- Required work: Find the line containing "Sequence[Walked], index: int)" in the records below. Copy exactly that line and each one after it, ending at the line containing "tag = _instrument_for(scene, what)", and nothing more.

Collected data
==*==

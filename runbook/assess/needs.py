"""Which readings a line asks for, and which it leans on before anybody may enter it."""

from __future__ import annotations

from collections.abc import Sequence

from runbook.answers import Need
from runbook.assess.scene import Scene
from runbook.assess.walk import Walked, is_closed, outside_tags
from runbook.procedure.model import OpenContainment, QuickStep, ReadStep
from runbook.quantities import Level, LevelRange, Range

FRESH_S = 600.0
"""How long a reading holds where a step says nothing [s]."""


def need_of(scene: Scene, read: ReadStep) -> Need:
    """The reading that a step asks for; accepted pressures absolute at the day's barometer."""
    dial = scene.instrument(read.with_).dial
    low, high = _ends(scene, read.accept)
    return Need(
        tag=read.with_,
        what=read.what,
        unit=dial.unit,
        low=low,
        high=high,
        fresh_s=FRESH_S if read.fresh_for is None else read.fresh_for.value,
        every_s=None if read.every is None else read.every.value,
        if_not=read.if_not or "",
    )


def entry_needs(scene: Scene, lines: Sequence[Walked], index: int) -> tuple[Need, ...]:
    """Readings that must be there before line `index` is entered: what its margins are computed from.

    Closing leans on the weighing, warming on temperature and pressure, letting down on both.
    """
    line = lines[index]
    wanted: list[str] = []
    if line.seals:
        # Gas is measured by what it presses; all else by what it weighs.
        wanted = ["temperature", "pressure"] if scene.comes_as_gas else ["mass"]
    elif line.warms and (not line.during.closed or proved_by_height_alone(scene)):
        wanted = ["temperature"]
    elif line.warms or (line.lets_down and line.before.closed):
        wanted = ["temperature", "pressure"]
    elif isinstance(line.verb, OpenContainment):
        # The last reading was taken before the gas went: without a new one it still governs.
        wanted = ["pressure"]
    needs = []
    for what in wanted:
        tag = _instrument_for(scene, what)
        if tag is None:
            # No instrument can give it: the need stays, so that the step stays blocked.
            needs.append(Need(f"no {what} instrument", what, "", fresh_s=FRESH_S))
            continue
        needs.append(Need(tag, what, scene.instrument(tag).dial.unit, fresh_s=_fresh_s(line, tag)))
    return tuple(needs)


def proved_by_height_alone(scene: Scene) -> bool:
    """A tube that no gauge can read: sealed for good, without a valve, its charge is proved by its height.

    A vessel that could have a gauge and has none stays blocked.
    """
    able = {one.reads for one in scene.apparatus.instruments}
    return not outside_tags(scene) and "pressure" not in able and {"temperature", "liquid height"} <= able


def seal_items(scene: Scene, line: Walked) -> tuple[int, ...]:
    """Items of a quick sequence that close the last vent."""
    if not isinstance(line.step, QuickStep):
        return ()
    valves = dict(line.before.valves)
    found = []
    for index, item in enumerate(line.step.quick):
        before = is_closed(scene, valves)
        valves |= item.valves
        if is_closed(scene, valves) and not before:
            found.append(index)
    return tuple(found)


def _instrument_for(scene: Scene, what: str) -> str | None:
    if what == "temperature":
        probe = scene.wall_probe()
        return None if probe is None else probe.tag
    able = [i for i in scene.apparatus.instruments if i.reads == what]
    if what == "pressure":
        # The gauge that bears the charge, never the low one behind its isolator.
        able = [i for i in able if i.of == scene.charge_space]
    return able[0].tag if able else None


def _fresh_s(line: Walked, tag: str) -> float:
    reads: tuple[ReadStep, ...] = getattr(line.step, "read", ())
    own = [r.fresh_for.value for r in reads if r.with_ == tag and r.fresh_for is not None]
    return min(own, default=FRESH_S)


def _ends(scene: Scene, accept: Range | LevelRange | None) -> tuple[float | None, float | None]:
    if accept is None:
        return None, None
    middle = scene.barometer.middle_Pa
    low, high = accept.low, accept.high
    return (
        low.absolute(middle) if isinstance(low, Level) else low,
        high.absolute(middle) if isinstance(high, Level) else high,
    )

==*==

- The completed task:
def entry_needs(scene: Scene, lines: Sequence[Walked], index: int) -> tuple[Need, ...]:
    """Readings that must be there before line `index` is entered: what its margins are computed from.

    Closing leans on the weighing, warming on temperature and pressure, letting down on both.
    """
    line = lines[index]
    wanted: list[str] = []
    if line.seals:
        # Gas is measured by what it presses; all else by what it weighs.
        wanted = ["temperature", "pressure"] if scene.comes_as_gas else ["mass"]
    elif line.warms and (not line.during.closed or proved_by_height_alone(scene)):
        wanted = ["temperature"]
    elif line.warms or (line.lets_down and line.before.closed):
        wanted = ["temperature", "pressure"]
    elif isinstance(line.verb, OpenContainment):
        # The last reading was taken before the gas went: without a new one it still governs.
        wanted = ["pressure"]
    needs = []
    for what in wanted:
        tag = _instrument_for(scene, what)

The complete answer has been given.